#### [Records for this task]
━━━━━━━━━━━━━━━━━━━━━━━━━━━━━━

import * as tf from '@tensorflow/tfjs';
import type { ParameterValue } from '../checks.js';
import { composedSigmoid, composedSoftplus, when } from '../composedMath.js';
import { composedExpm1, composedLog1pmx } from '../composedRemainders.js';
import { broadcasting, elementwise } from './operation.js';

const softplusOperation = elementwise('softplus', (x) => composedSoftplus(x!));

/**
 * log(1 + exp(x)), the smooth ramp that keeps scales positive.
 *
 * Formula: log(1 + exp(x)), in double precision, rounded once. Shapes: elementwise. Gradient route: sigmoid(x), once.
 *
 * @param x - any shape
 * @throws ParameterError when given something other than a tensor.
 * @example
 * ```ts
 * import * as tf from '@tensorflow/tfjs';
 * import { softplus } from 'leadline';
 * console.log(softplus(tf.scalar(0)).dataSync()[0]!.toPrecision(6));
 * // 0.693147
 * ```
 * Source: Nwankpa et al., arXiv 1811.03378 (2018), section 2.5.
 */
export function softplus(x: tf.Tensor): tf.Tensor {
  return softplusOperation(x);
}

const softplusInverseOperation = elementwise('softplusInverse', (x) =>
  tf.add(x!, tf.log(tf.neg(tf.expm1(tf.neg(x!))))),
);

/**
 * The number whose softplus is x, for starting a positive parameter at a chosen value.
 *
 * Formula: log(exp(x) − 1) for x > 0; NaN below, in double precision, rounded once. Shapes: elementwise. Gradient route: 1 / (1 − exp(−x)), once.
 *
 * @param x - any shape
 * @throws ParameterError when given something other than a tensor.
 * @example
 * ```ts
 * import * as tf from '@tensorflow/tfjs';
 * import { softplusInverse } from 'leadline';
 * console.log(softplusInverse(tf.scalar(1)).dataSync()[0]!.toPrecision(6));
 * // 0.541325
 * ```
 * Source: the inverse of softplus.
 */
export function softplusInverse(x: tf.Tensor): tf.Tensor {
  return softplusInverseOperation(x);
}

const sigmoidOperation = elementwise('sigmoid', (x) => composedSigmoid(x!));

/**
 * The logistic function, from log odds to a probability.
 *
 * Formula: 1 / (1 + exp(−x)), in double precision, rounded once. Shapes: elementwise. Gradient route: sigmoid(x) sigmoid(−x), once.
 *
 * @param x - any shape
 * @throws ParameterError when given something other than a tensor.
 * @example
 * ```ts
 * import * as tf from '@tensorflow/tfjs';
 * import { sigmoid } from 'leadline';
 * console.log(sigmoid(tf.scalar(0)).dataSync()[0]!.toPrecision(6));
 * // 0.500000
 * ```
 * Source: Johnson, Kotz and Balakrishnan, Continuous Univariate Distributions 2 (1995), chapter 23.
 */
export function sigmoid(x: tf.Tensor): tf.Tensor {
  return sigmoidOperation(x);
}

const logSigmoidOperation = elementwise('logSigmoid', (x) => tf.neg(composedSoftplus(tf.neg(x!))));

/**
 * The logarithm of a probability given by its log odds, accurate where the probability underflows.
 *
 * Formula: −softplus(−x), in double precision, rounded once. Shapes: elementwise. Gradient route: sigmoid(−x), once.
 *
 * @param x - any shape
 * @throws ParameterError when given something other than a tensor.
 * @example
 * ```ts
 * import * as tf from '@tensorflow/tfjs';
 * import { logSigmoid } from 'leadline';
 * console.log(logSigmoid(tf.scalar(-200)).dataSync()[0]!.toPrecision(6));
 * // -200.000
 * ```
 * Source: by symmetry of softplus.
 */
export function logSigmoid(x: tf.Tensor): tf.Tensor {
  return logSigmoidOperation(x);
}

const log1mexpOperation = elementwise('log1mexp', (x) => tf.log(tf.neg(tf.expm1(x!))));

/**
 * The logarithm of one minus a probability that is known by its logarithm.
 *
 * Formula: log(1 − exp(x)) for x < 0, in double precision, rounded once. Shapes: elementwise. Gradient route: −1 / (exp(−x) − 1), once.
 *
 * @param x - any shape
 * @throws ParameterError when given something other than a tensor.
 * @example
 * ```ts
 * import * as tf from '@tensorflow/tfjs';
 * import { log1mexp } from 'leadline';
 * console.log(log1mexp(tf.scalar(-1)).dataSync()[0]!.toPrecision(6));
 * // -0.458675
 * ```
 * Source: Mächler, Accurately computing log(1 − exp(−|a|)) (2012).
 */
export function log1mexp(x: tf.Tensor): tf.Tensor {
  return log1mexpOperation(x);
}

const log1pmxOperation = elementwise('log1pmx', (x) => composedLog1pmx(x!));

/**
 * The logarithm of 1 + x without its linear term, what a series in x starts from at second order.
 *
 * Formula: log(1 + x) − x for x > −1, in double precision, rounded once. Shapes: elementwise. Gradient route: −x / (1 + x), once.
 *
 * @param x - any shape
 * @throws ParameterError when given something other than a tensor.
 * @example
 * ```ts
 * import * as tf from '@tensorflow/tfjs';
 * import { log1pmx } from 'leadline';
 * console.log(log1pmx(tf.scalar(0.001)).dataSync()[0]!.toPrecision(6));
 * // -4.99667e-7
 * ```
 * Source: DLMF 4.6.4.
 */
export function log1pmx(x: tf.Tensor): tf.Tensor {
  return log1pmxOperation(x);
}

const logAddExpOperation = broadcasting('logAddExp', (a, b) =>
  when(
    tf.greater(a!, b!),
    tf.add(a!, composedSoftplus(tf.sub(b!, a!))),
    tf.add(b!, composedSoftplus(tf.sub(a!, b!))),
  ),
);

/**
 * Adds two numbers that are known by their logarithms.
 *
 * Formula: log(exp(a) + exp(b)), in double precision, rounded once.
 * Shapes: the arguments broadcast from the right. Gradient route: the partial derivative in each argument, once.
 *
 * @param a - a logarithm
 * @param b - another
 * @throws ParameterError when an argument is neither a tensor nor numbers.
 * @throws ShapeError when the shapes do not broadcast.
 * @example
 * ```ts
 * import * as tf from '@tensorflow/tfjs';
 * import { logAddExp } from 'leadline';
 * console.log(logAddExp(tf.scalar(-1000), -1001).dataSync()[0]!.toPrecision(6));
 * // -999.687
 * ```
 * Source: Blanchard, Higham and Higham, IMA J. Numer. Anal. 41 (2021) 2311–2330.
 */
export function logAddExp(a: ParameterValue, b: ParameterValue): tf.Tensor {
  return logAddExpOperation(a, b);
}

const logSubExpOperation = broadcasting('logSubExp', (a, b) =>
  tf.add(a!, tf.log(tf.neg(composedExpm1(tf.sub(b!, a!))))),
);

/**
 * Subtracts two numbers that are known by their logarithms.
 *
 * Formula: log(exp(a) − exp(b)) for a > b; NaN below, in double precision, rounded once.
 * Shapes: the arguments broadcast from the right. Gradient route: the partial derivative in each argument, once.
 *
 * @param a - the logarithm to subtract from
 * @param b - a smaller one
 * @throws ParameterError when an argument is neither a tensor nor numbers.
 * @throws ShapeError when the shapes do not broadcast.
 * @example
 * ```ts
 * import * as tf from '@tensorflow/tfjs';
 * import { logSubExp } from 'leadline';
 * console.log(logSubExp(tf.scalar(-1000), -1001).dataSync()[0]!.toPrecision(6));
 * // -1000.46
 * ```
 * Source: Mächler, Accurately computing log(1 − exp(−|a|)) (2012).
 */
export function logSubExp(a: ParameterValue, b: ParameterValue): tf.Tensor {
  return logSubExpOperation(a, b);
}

━━━━━━━━━━━━━━━━━━━━━━━━━━━━━━

#### [Task directions]
How many lines in the records hold the string "ParameterValue"? Answer with only that number.

#### [Answer box]
3